_What to do_. An exact transcript of all the records is the expected answer.
------ Source material ------
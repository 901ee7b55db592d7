#pragma once
// One exception type for every user-facing failure: the CLI prints what() on one line and exits
// non-zero. Messages name the file, line, column or option at fault.
#include <functional>
#include <stdexcept>
#include <string>

namespace covey {

class Error : public std::runtime_error {
 public:
  using std::runtime_error::runtime_error;
};

// Input the user supplied is malformed (file content, option values).
class InputError : public Error {
 public:
  using Error::Error;
};

// A file that cannot be opened, read or written: missing, unreadable, a folder, or a write that
// failed. A kind of InputError so that callers catching bad input still catch it; the Python
// module raises it as an OSError too.
class FileError : public InputError {
 public:
  using InputError::InputError;
};

// A message that names fields of the library's options in braces ("{max_indegree} must be 0 or
// more"; "raise {memory_limit}"). what() shows the bare field names; a program with its own
// spelling of the fields (the CLI's flags, the Python module's keywords) prints render(spell).
class FieldMessage {
 public:
  using Spelling = std::function<std::string(const std::string& field)>;
  explicit FieldMessage(std::string message_template) : template_(std::move(message_template)) {}
  virtual ~FieldMessage() = default;
  std::string render(const Spelling& spell) const { return fill(template_, spell); }
  const std::string& message_template() const { return template_; }
  static std::string bare(const std::string& text) {
    return fill(text, [](const std::string& f) { return f; });
  }

 private:
  // Replaces every "{field}" by spell(field); a brace without a closing one stays as written.
  static std::string fill(const std::string& text, const Spelling& spell) {
    std::string out;
    std::size_t at = 0;
    while (at < text.size()) {
      const std::size_t open = text.find('{', at);
      const std::size_t close = open == std::string::npos ? open : text.find('}', open);
      if (close == std::string::npos) break;
      out.append(text, at, open - at);
      out += spell(text.substr(open + 1, close - open - 1));
      at = close + 1;
    }
    out.append(text, at, std::string::npos);
    return out;
  }
  std::string template_;
};

// A size or memory estimate exceeds what the user allowed or the machine has. The remedy it
// names (a limit to raise, a size to lower) is a field in braces, as in FieldMessage.
class ResourceError : public Error, public FieldMessage {
 public:
  explicit ResourceError(const std::string& message_template)
      : Error(bare(message_template)), FieldMessage(message_template) {}
};

// A bad option value, told in the library's words (FieldMessage): "{max_indegree} must be 0 or
// more, got -1". Also an input error whose remedy is an option ("use {drop_incomplete}").
class OptionError : public InputError, public FieldMessage {
 public:
  explicit OptionError(const std::string& message_template)
      : InputError(bare(message_template)), FieldMessage(message_template) {}
};

}  // namespace covey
------
_Problem solution_.
repository 901ee7b55db592d7
#pragma once
// One exception type for every user-facing failure: the CLI prints what() on one line and exits
// non-zero. Messages name the file, line, column or option at fault.
#include <functional>
#include <stdexcept>
#include <string>

namespace covey {

class Error : public std::runtime_error {
 public:
  using std::runtime_error::runtime_error;
};

// Input the user supplied is malformed (file content, option values).
class InputError : public Error {
 public:
  using Error::Error;
};

// A file that cannot be opened, read or written: missing, unreadable, a folder, or a write that
// failed. A kind of InputError so that callers catching bad input still catch it; the Python
// module raises it as an OSError too.
class FileError : public InputError {
 public:
  using InputError::InputError;
};

// A message that names fields of the library's options in braces ("{max_indegree} must be 0 or
// more"; "raise {memory_limit}"). what() shows the bare field names; a program with its own
// spelling of the fields (the CLI's flags, the Python module's keywords) prints render(spell).
class FieldMessage {
 public:
  using Spelling = std::function<std::string(const std::string& field)>;
  explicit FieldMessage(std::string message_template) : template_(std::move(message_template)) {}
  virtual ~FieldMessage() = default;
  std::string render(const Spelling& spell) const { return fill(template_, spell); }
  const std::string& message_template() const { return template_; }
  static std::string bare(const std::string& text) {
    return fill(text, [](const std::string& f) { return f; });
  }

 private:
  // Replaces every "{field}" by spell(field); a brace without a closing one stays as written.
  static std::string fill(const std::string& text, const Spelling& spell) {
    std::string out;
    std::size_t at = 0;
    while (at < text.size()) {
      const std::size_t open = text.find('{', at);
      const std::size_t close = open == std::string::npos ? open : text.find('}', open);
      if (close == std::string::npos) break;
      out.append(text, at, open - at);
      out += spell(text.substr(open + 1, close - open - 1));
      at = close + 1;
    }
    out.append(text, at, std::string::npos);
    return out;
  }
  std::string template_;
};

// A size or memory estimate exceeds what the user allowed or the machine has. The remedy it
// names (a limit to raise, a size to lower) is a field in braces, as in FieldMessage.
class ResourceError : public Error, public FieldMessage {
 public:
  explicit ResourceError(const std::string& message_template)
      : Error(bare(message_template)), FieldMessage(message_template) {}
};

// A bad option value, told in the library's words (FieldMessage): "{max_indegree} must be 0 or
// more, got -1". Also an input error whose remedy is an option ("use {drop_incomplete}").
class OptionError : public InputError, public FieldMessage {
 public:
  explicit OptionError(const std::string& message_template)
      : InputError(bare(message_template)), FieldMessage(message_template) {}
};

}  // namespace covey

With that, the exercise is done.